Garip bir şekilde, kadınlar bir partnerle yaşadıklarında, yalnız yaşadıkları zamana göre daha fazla ev işi yapma eğilimindedirler. Araştırmacılara göre, bunun nedeni, kadınların bir partnerle birlikte yaşadıklarında “cinsiyet rolleri” gereği kendilerini baskı altında hissetmeleri.

Dolayısıyla zihinsel yükün paylaşılması, kadınlar açısından da bir değişim gerektiriyor. Örneğin söz konusu ev işleri olduğunda, kadınlar genelde bekçilik yapma alışkanlığına düşebilirler. Yani otomatik bir şekilde, partnerleri ev işleri yaparken onu izleyebilir, eleştirebilir veya düzeltebilirler.

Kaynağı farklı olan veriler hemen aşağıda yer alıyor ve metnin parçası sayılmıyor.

describe('diagnostics', () => {
  it.each([
    ['an XYZ file full of mistakes', MISTAKES, 'xyz'],
    ['a sound XYZ file', CLUSTER, 'xyz'],
    ['a PDB file', SITE, 'pdb'],
    ['an empty file', '', 'xyz'],
  ] as const)('of %s are those of a fresh analysis', async (_, text, language) => {
    const uri = nextUri();
    client.open(uri, text, language);
    expect(told(await client.diagnostics(uri))).toEqual(fresh(text, language));
  });

  it('carry severity, code, source and related places', async () => {
    const uri = nextUri();
    client.open(uri, CLUSTER);
    const [first] = await client.diagnostics(uri);
    expect(first).toMatchObject({ severity: DiagnosticSeverity.Warning, code: 'near-field', source: 'polewise' });
    expect(first!.relatedInformation!.length).toBeGreaterThan(2);
    expect(first!.relatedInformation![0]!.location.uri).toBe(uri);
  });

  it('follow an edit', async () => {
    const uri = nextUri();
    client.open(uri, CLUSTER);
    const line = CLUSTER.split('\n')[2]!;
    client.change(uri, 2, [
      { range: { start: { line: 2, character: 0 }, end: { line: 2, character: line.length } }, text: 'O 1 2' },
    ]);
    const after = CLUSTER.replace(line, 'O 1 2');
    const diagnostics = told(await client.diagnostics(uri));
    expect(diagnostics).toEqual(fresh(after));
    expect(diagnostics).toContain('field-missing 2:0-2:5');
  });

  it('follow hundreds of edits that come faster than results, ending with the last', async () => {
    const uri = nextUri();
    let text = CLUSTER;
    client.open(uri, text);
    for (let version = 2; version < 300; version++) {
      const lines = text.split('\n');
      const line = 2 + (version % 24);
      const column = lines[line]!.length;
      client.change(uri, version, [
        { range: { start: { line, character: column }, end: { line, character: column } }, text: '1' },
      ]);
      lines[line] += '1';
      text = lines.join('\n');
    }
    expect(told(await client.diagnostics(uri))).toEqual(fresh(text));
  });

  it('follow many cursors, whole-text changes and line ends', async () => {
    const uri = nextUri();
    client.open(uri, CLUSTER);
    const cursors: TextDocumentContentChangeEvent[] = [9, 6, 3].map((line) => ({
      range: { start: { line, character: 0 }, end: { line, character: 1 } },
      text: 'Qx',
    }));
    client.change(uri, 2, cursors);
    const lines = CLUSTER.split('\n').map((line, i) => ([9, 6, 3].includes(i) ? `Qx${line.slice(1)}` : line));
    expect(told(await client.diagnostics(uri))).toEqual(fresh(lines.join('\n')));
    client.change(uri, 3, [{ text: CLUSTER.replaceAll('\n', '\r\n') }]);
    expect(told(await client.diagnostics(uri))).toEqual(fresh(CLUSTER));
  });

  it('of an outdated version are never given: the question is cancelled and asked again', async () => {
    const uri = nextUri();
    client.open(uri, CLUSTER);
    const question = client.connection.sendRequest('textDocument/diagnostic', { textDocument: { uri } });
    client.change(uri, 2, [{ text: 'not a frame' }]);
    await expect(question).rejects.toMatchObject({
      code: LSPErrorCodes.ServerCancelled,
      data: { retriggerRequest: true },
    });
    expect(told(await client.diagnostics(uri))).toEqual(fresh('not a frame'));
  });

  it('are gone with the document, and there again when it is opened again', async () => {
    const uri = nextUri();
    client.open(uri, MISTAKES);
    await client.diagnostics(uri);
    client.close(uri);
    expect(await client.diagnostics(uri)).toEqual([]);
    client.open(uri, CLUSTER, 'xyz', 7);
    expect(told(await client.diagnostics(uri))).toEqual(fresh(CLUSTER));
  });

  it('change with the language of the document', async () => {
    const uri = nextUri();
    client.open(uri, SITE, 'xyz');
    expect(told(await client.diagnostics(uri))).toEqual(fresh(SITE, 'xyz'));
    client.close(uri);
    client.open(uri, SITE, 'pdb', 2);
    expect(told(await client.diagnostics(uri))).toEqual(fresh(SITE, 'pdb'));
  });

  it('have exact columns in text outside the Basic Multilingual Plane and with lone surrogates', async () => {
    const text = `2\nnote="\u{1F9EA}\uD800é" temprature=300\nHe 0 0 0\nHe 0 0 9\n`;
    const uri = nextUri();
    client.open(uri, text);
    const [diagnostic] = await client.diagnostics(uri);
    expect(diagnostic).toMatchObject({
      code: 'key-misspelt',
      range: { start: { line: 1, character: 12 }, end: { line: 1, character: 22 } },
    });
  });
});

describe('hover', () => {
  it('on an atom shows its fragment and the partners that matter', async () => {
    const uri = nextUri();
    client.open(uri, CLUSTER);
    const hover = await client.hover(uri, 2, 3);
    const text = (hover!.contents as { value: string }).value;
    expect(text).toContain('**H2O** · fragment 1, atom 1 · charge 0.00 e (library) · dipole 1.855 D (axis)');
    expect(text).toMatch(
      /Strongest partner \*\*H2O \(6\)\*\* at 2\.80 Å: attractive, −15\.7 kJ\/mol = 6\.3 kT, point dipole near, \*\*compute\*\*/,
    );
    expect(text).toMatch(/\| H2O \(6\) \| compute \| 2\.80 \|.*\| near \| touching \|/);
    expect(text).toContain('not a substitute for a quantum calculation');
    const image = /!\[([^\]]+)\]\(data:image\/svg\+xml;base64,([A-Za-z0-9+/=]+)\|width=360,height=164\)/.exec(text)!;
    expect(image[1]).toContain('Attractive');
    expect(Buffer.from(image[2]!, 'base64').toString('utf8')).toMatch(/^<svg [\s\S]*<\/svg>$/);
    expect(text.length).toBeLessThan(20000);
  });

  it('on the comment line shows the frame, on a key what it means', async () => {
    const uri = nextUri();
    client.open(uri, CLUSTER);
    const comment = CLUSTER.split('\n')[1]!;
    const onKey = await client.hover(uri, 1, comment.indexOf('kind_axes') + 2);
    expect((onKey!.contents as { value: string }).value).toContain('by element symbols or labels');
    const onCount = await client.hover(uri, 0, 0);
    expect((onCount!.contents as { value: string }).value).toContain(
      '**Frame 1 of 1** · 24 atoms · 7 fragments · 21 pairs',
    );
  });

  it('on a written dipole shows it in every unit and beside the charges', async () => {
    const uri = nextUri();
    const lines = MISTAKES.split('\n');
    const at = lines.findIndex((text) => /revers/i.test(text) && text.includes('fragment_dipoles'));
    client.open(uri, MISTAKES);
    const hover = await client.hover(uri, at, lines[at]!.indexOf('fragment_dipoles="') + 20);
    const text = (hover!.contents as { value: string }).value;
    expect(text).toMatch(/2\.310 D = 0\.4810 e·Å = 0\.9090 a\.u\. = 7\.707e−30 C·m/);
    expect(text).toContain('The charges give 2.31');
    expect(text).toContain('180° from it');
  });

  it('on a MODEL record shows the frame, on a PDB atom its residue', async () => {
    const uri = nextUri();
    client.open(uri, SITE, 'pdb');
    const lines = SITE.split('\n');
    const model = await client.hover(
      uri,
      lines.findIndex((line) => line.startsWith('MODEL')),
      2,
    );
    expect((model!.contents as { value: string }).value).toContain('**Frame 1 of 2**');
    const atom = await client.hover(
      uri,
      lines.findIndex((line) => line.includes(' LIG ') && line.startsWith('HETATM')),
      14,
    );
    expect((atom!.contents as { value: string }).value).toContain('A:LIG:401');
  });

  it.each([
    [-1, 0],
    [9999, 0],
    [2, 99999],
    [2, -5],
  ])('at line %d, column %d, outside the text or not, is no error', async (line, character) => {
    const uri = nextUri();
    client.open(uri, CLUSTER);
    await client.hover(uri, Math.max(0, line), Math.max(0, character));
    expect(told(await client.diagnostics(uri))).toEqual(fresh(CLUSTER));
  });

  it('of a document that is not open is nothing', async () => {
    expect(await client.hover('file:///inputs/closed.xyz', 0, 0)).toBeNull();
  });

  it('can be cancelled', async () => {
    const uri = nextUri();
    client.open(uri, CLUSTER);
    const { CancellationTokenSource } = await import('vscode-languageserver-protocol');
    const source = new CancellationTokenSource();
    const asked = client.connection.sendRequest(
      'textDocument/hover',
      { textDocument: { uri }, position: { line: 2, character: 0 } },
      source.token,
    );
    source.cancel();
    const answer = await asked.catch((error: { code: number }) => error.code);
    expect([null, LSPErrorCodes.RequestCancelled]).toContain(answer);
  });
});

Oysa işleri halletmek için partnerinize güvenebilmeniz gerekir. Bir şeyin belirli bir şekilde yapılmasını önemsiyorsanız, bunun sizin için neden önemli olduğunu ona açıklamayı deneyin. Bu tür istekleri eleştiri olarak değil, önemsediğiniz küçük ayrıntılar olarak çerçevelendirin.

4. Konuşmaya devam edin

Maalesef, zihinsel yükün eşit paylaşımını tek bir konuşma ile çözemeyeceksiniz. Bunu öğrenmek muhtemelen zaman alacak, çokça konuşma gerektirecek. Ama kesinlikle çok değerli. Birbirinize karşı sabırlı olmaya çalışın. İşlerin nasıl gittiğini, neyin işe yarayıp yaramadığını ve her ikinizin de nasıl hissettiğini görmek için düzenli olarak iletişim kurmaya özen gösterin.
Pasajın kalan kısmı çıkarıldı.